What is being asked
In the material below, find every line containing the string "ChildProcess" and return it.

Information
--- START ---

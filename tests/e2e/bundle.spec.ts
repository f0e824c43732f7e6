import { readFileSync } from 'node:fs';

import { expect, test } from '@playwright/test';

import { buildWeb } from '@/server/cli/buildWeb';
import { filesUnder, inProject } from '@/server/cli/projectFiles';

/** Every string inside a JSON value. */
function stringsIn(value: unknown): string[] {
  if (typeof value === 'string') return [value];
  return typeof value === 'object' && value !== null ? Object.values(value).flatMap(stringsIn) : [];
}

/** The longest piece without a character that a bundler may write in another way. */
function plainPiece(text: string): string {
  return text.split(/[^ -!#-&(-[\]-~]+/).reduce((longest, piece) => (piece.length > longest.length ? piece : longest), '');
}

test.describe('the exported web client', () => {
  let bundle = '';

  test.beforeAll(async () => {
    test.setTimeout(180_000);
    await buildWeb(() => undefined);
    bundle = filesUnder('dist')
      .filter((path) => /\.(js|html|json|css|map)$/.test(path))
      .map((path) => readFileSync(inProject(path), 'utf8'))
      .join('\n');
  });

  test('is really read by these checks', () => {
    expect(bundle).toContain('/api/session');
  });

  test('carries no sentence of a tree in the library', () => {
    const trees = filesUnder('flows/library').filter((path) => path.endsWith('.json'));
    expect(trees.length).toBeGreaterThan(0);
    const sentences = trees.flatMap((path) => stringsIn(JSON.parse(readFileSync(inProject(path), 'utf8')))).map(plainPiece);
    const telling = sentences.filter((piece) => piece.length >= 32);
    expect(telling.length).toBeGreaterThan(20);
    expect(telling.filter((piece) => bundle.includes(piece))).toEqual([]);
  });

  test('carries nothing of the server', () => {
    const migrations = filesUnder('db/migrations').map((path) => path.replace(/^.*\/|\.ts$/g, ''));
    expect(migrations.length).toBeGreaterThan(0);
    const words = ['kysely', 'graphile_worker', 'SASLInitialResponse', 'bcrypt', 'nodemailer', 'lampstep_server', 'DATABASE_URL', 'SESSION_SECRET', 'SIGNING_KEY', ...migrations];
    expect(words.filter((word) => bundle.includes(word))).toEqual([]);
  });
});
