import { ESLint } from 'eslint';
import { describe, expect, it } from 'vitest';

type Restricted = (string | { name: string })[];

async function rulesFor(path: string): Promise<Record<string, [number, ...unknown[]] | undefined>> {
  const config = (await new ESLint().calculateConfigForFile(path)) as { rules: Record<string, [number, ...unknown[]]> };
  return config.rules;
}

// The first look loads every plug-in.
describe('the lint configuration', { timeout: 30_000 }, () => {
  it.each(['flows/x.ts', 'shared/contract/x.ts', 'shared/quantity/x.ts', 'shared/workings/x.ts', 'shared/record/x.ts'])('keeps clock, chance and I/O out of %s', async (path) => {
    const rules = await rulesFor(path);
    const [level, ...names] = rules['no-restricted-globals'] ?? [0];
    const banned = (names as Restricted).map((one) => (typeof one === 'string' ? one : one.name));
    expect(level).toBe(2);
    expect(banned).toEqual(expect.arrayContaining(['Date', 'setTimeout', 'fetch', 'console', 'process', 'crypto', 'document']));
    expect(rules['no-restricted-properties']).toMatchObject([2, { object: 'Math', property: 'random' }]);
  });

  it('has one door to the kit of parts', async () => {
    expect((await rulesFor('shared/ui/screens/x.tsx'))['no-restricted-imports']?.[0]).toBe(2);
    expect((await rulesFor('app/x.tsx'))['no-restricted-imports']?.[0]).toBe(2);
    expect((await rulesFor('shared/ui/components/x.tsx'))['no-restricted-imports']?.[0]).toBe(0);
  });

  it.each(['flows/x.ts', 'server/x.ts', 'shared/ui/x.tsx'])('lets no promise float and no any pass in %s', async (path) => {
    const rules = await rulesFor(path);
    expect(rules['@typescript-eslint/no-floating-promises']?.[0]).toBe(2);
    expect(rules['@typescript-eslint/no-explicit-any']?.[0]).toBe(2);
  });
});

--- END ---
--- START ---

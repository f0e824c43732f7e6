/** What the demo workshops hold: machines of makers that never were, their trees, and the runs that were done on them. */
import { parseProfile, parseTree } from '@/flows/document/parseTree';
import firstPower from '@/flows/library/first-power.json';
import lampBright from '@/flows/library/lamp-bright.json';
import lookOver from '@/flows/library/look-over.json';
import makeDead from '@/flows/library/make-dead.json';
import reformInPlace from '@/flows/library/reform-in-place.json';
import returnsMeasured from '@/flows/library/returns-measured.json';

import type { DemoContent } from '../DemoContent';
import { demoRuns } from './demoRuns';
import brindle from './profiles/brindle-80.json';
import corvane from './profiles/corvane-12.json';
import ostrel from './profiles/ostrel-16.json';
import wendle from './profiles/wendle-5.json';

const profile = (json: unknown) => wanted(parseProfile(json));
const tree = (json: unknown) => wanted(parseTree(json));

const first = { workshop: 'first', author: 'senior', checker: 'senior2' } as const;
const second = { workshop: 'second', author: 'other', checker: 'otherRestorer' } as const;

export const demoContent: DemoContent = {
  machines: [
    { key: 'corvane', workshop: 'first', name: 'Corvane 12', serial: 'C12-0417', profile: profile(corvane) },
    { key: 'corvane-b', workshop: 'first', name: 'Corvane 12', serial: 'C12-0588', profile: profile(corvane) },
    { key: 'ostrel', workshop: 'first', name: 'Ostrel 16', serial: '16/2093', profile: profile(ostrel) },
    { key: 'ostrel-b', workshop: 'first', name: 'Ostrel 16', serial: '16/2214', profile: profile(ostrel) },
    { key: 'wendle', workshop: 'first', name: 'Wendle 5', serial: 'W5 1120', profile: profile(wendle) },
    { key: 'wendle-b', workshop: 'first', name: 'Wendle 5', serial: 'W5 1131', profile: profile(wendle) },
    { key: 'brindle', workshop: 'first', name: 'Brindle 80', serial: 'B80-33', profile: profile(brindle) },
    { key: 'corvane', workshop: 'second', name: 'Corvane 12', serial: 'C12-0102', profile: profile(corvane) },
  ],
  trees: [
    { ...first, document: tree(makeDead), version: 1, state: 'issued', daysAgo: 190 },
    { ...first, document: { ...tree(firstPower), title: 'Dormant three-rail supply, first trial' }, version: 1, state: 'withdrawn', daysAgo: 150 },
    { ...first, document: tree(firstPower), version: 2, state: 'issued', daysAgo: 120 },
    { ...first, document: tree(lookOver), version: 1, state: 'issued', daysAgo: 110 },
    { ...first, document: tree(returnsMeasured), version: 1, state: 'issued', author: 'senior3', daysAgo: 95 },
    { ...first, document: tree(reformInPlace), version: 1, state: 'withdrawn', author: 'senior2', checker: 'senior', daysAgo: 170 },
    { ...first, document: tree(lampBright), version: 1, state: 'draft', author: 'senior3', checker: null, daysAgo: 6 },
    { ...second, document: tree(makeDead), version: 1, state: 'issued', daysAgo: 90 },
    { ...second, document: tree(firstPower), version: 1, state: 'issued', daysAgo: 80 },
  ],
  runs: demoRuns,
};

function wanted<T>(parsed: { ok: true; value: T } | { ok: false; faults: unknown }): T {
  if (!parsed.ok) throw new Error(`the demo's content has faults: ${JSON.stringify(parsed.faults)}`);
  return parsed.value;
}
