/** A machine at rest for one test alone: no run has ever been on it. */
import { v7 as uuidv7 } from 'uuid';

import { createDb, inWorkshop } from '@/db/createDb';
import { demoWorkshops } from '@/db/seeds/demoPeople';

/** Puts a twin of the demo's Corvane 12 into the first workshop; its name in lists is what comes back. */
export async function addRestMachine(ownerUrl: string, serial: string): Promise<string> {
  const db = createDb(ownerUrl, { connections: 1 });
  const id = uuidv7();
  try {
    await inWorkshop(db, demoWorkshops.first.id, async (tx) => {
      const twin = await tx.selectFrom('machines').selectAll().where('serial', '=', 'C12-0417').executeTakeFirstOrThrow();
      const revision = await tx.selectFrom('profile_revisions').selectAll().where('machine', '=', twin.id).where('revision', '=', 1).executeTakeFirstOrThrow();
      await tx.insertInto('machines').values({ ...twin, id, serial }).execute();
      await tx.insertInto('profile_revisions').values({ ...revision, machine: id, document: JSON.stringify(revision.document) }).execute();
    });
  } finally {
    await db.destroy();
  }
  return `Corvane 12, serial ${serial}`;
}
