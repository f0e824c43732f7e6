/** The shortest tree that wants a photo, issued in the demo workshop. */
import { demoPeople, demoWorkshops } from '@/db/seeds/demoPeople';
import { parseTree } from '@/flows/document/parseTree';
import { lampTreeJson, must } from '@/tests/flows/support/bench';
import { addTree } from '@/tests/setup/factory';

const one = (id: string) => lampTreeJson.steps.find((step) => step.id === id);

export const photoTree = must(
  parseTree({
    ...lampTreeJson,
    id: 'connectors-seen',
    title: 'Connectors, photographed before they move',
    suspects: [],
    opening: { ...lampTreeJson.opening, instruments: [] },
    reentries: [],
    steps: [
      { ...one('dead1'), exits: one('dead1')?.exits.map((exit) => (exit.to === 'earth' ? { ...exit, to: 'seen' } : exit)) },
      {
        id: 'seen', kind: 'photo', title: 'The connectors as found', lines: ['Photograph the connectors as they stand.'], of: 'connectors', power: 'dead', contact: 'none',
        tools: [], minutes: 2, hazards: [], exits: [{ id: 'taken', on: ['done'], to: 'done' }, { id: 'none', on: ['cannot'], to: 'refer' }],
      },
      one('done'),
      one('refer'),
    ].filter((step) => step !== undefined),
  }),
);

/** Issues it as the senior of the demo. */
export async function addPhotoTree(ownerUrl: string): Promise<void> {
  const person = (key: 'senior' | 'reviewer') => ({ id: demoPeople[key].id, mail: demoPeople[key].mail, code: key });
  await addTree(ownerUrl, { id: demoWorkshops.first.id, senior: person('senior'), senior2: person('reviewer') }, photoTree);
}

--- END ---
--- START ---

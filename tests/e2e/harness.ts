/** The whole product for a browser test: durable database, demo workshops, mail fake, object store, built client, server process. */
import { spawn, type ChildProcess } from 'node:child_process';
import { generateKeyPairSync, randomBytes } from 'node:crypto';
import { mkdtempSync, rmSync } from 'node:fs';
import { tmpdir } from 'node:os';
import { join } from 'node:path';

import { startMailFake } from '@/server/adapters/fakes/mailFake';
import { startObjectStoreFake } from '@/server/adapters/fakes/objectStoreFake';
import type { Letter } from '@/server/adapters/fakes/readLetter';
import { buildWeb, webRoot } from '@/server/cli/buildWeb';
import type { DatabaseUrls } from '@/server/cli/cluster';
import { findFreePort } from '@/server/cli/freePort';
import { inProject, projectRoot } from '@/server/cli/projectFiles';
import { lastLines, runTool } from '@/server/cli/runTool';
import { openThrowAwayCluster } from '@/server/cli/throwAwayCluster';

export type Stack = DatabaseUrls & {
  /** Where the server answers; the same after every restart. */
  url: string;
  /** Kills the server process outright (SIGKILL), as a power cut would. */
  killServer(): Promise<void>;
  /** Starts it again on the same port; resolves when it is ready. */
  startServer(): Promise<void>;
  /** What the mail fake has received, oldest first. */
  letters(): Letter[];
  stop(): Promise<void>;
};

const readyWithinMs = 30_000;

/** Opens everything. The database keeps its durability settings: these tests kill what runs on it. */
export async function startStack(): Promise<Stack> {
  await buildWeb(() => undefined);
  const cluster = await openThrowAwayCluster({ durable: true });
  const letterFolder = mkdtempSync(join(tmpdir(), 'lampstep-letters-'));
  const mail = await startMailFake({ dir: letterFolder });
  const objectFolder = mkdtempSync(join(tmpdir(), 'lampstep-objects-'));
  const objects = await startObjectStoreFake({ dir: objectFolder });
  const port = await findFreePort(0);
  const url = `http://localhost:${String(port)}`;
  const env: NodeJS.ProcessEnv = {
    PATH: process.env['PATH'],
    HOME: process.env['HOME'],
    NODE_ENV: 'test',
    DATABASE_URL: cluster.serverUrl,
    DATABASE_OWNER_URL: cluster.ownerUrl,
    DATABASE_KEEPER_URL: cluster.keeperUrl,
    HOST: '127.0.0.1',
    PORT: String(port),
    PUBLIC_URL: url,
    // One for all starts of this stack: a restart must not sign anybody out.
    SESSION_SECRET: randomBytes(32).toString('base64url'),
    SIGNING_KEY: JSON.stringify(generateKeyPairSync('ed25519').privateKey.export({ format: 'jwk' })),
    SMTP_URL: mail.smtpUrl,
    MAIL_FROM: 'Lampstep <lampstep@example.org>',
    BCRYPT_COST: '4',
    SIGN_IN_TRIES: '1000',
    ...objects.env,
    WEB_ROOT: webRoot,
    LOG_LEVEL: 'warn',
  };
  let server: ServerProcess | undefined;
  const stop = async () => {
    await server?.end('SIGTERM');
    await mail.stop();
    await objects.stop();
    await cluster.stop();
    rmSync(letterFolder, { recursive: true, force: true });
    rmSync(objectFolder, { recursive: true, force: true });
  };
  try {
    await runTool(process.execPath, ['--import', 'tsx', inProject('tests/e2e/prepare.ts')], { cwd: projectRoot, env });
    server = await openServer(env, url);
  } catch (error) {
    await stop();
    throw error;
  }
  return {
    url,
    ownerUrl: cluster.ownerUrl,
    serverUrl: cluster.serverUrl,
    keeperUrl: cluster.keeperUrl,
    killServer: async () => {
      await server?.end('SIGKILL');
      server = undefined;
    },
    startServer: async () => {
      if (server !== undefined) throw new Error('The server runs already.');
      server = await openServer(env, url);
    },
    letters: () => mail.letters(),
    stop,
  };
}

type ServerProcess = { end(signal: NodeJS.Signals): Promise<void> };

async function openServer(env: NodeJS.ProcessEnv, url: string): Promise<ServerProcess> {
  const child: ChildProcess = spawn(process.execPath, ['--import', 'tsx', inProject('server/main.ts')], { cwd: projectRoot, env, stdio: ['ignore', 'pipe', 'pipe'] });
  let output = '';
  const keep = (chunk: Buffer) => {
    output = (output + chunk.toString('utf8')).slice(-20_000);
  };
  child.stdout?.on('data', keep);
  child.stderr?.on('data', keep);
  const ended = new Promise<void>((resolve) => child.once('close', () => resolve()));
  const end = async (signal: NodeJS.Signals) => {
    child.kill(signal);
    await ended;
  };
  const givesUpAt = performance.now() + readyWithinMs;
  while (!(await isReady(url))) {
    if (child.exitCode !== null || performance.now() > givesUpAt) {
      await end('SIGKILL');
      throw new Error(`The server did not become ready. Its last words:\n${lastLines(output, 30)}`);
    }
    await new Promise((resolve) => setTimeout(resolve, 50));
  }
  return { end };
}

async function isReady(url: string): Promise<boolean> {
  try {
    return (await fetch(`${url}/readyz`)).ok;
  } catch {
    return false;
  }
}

--- END ---

Expected answer
import { spawn, type ChildProcess } from 'node:child_process';
  const child: ChildProcess = spawn(process.execPath, ['--import', 'tsx', inProject('server/main.ts')], { cwd: projectRoot, env, stdio: ['ignore', 'pipe', 'pipe'] });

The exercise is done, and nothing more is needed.